Per tirare l'ora di pranzo, ci siamo incamminati per un piccolo trekking nei dintorni con il ranger che ci ha raccontato del problema della pesca illegale nella zona. Mentre passeggiavamo con Kiki ed Eddie che traducevano le informazioni, ho notato una bottiglia tra le foglie che ricoprivano il terreno, poi altri rifiuti in plastica: i resti del bivacco di pescatori di frodo. Mi urtava vedere tutta quella spazzatura abbandonata, allora ho proposto di radunarla in un punto e portarcela via al ritorno, in fondo siamo qui per contribuire alla protezione della foresta, non solo a visitarla. Ci siamo dati tutti da fare e ne è venuto fuori un bel mucchio. Il ranger mi è parso interdetto per un attimo, poi ha partecipato e ha affermato che ripulire i campi base di bracconieri e pescatori serve anche a monitorare nel tempo quanto vengono usati. Non sono sicura che lo facciano spesso quanto dice, anche perché l'area verde intorno al loro ufficio fa abbastanza schifo, piena di mozziconi di sigaretta, carte di merendine e perfino pile esaurite. Però oggi è stato fatto.

Ho chiesto a Kiki la differenza tra le parole rimba e utan perché entrambe mi vengono tradotte con foresta. Rimba è nel nome di ALeRT (acronimo di Aliansi Lestari Rimba Terpadu), dell'ecolodge in Kalimantan e del nostro klotok, utan nella parola orangutan dove orang è persona e utan foresta che gli indigeni utilizzavano per indicare i miei primati preferiti come abitanti della zona. Non è stato facile per lei spiegarmelo in inglese, ma credo di aver capito che rimba indica la giungla, una foresta selvaggia, mentre utan è il termine generico per foresta, area boschiva.
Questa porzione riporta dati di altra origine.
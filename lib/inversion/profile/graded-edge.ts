import { foldEdge } from '../fold/fold-edge';
import { normalInto } from '../statistics/normal-table';
import { depthParameter, extentParameter, widthAxis } from './edge-parameters';
import { normalShare, normalStretch } from './normal-share';
import type { TrialProfile } from './trial-profile';

/** An edge moves the fold on the scale of the straggling, so tens of nodes find every valley. */
const DEPTHS = 24;
const WIDTH_SHARES = [0, 0.02, 0.065, 0.18, 0.45];

const cdf = new Float64Array(1);
const pdf = new Float64Array(1);

/**
 * Graded edge: s(x) = ½ erfc((W − x)/(√2 w)) = Φ((x − W)/w); w is the Gaussian σ of the edge, 0 for a step.
 * With depth scale a and cap d the fold of x → a·x equals the fold of the unscaled file with edge (W + d)/a,
 * width w/a and start d/a.
 */
export function gradedEdge(deepestNm: number): TrialProfile {
  return {
    kind: 'graded',
    shape: [depthParameter('edgeDepthNm', deepestNm), extentParameter('edgeWidthNm', deepestNm)],
    edges: [{ position: [0], width: 1 }],
    crooked: false,
    kinked: false,
    share: (depthNm, shape) => normalShare(depthNm - shape[0]!, shape[1]!),
    slopes(depthNm, shape, slopes) {
      const t = (depthNm - shape[0]!) / shape[1]!;
      normalInto(shape[1] === 0 ? (depthNm < shape[0]! ? -Infinity : Infinity) : t, cdf, pdf, 0);
      const density = shape[1]! > 0 ? pdf[0]! / shape[1]! : 0;
      slopes[0] = cdf[0]!;
      slopes[1] = -density;
      slopes[2] = shape[1]! > 0 ? -t * density : 0;
    },
    stretches: (shape) => (shape[1]! > 0 ? [normalStretch(shape[0]!, shape[1]!)] : []),
    landmarks: (shape) => [{ depthNm: shape[0]!, widthNm: shape[1]! }],
    searchAxes: ({ depths }) => [depths(DEPTHS), widthAxis(WIDTH_SHARES, deepestNm)],
    starts: 3,
    fold(kernel, shape, capNm, scale, out) {
      const u = (shape[0]! + capNm) / scale;
      const v = shape[1]! / scale;
      const start = capNm / scale;
      const { share, byEdge, byWidth, byStart } = out.edge;
      out.edge.derivatives = out.derivatives;
      foldEdge(kernel, u, v, start, out.scratch, out.edge);
      const [intoEdge, intoWidth] = out.byShape as [Float64Array, Float64Array];
      if (!out.derivatives) {
        out.share.set(share);
        return;
      }
      for (let i = 0; i < kernel.rowCount; i++) {
        out.share[i] = share[i]!;
        intoEdge[i] = byEdge[i]! / scale;
        intoWidth[i] = byWidth[i]! / scale;
        out.byScale[i] = -(u * byEdge[i]! + v * byWidth[i]! + start * byStart[i]!) / scale;
      }
    },
  };
}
Dopo pranzo, Francesca passeggia in riva al fiume cercando di avvistare qualche uccello con il binocolo, durante questo viaggio ha scoperto la passione per il birdwatching. Ad un tratto, la sentiamo chiamare: “C'è un... un... un...” non le viene la parola dall'emozione, ma corriamo tutti a guardare il punto del fiume che sta indicando, appena in tempo per scorgere un grosso coccodrillo inabissarsi e sparire. Era nella lista degli animali da vedere e, grazie alla Fra, l'abbiamo spuntato anche se non abbiamo fatto in tempo a fotografarlo. Era una bestia davvero enorme e si è lasciata dietro una lunga scia di onde, mentre fuggiva disturbata da tanta attenzione. Eddie ci spiega che la popolazione di coccodrilli è cresciuta a dismisura perché vengono rilasciati qui anche quelli recuperati dagli zoo di Giava e Bali e, in assenza di predatori, hanno comodamente invaso le acque dove, fino a pochi anni fa, i ragazzi nuotavano nelle giornate calde. È anche a causa dei coccodrilli che l'anatra alibianche è in pericolo, oltre alla caccia e all'inquinamento delle sue zone di residenza preferite.

Ci rimettiamo in barca per tornare indietro proprio all'orario consigliato dai dermatologi: l'una. Nemmeno i coccodrilli sfidano il caldo a quell'ora. In pratica, non abbiamo navigato, ci siamo arrostititi al sole. Decisamente, non l'escursione che mi aspettavo.

Non appena sbarcati all'ufficio dei ranger, quello con la spazzatura nelle aiuole, abbiamo cercato ombra e acqua fresca. Dino è andato a prendere Dan e, intanto, si taglia altra frutta, attirando un gruppo di macachi in cerca di avanzi. Si preparano anche tè e caffè che, non ci si crede, aiutano a sopportare meglio il caldo. Io voglio andare a fotografare gli alberi lungo la strada da cui siamo arrivati la mattina, ma Kiki segue gli ordini di Dan alla lettera: dobbiamo aspettarlo qui. Passa il tempo, mi annoio e scatto qualche foto agli alberi più vicini e all'insegna dell'ingresso della radura dove si sono appesi due graziosi pipistrellini in attesa della sera. Pian piano, mi allontano, sperando che Kiki non mi richiami indietro. Mi accorgo che i miei &friends mi vengono dietro, anche loro annoiati dall'attesa e, poco dopo, arrivano Kiki, Eddie e il ranger. Mi seguono a distanza, non dovrei allontanarmi da sola, però sarebbe scortese impedirmi di andare e i ragazzi sono combattuti. Mi viene da ridere, sembra di giocare a un, due, tre, stella.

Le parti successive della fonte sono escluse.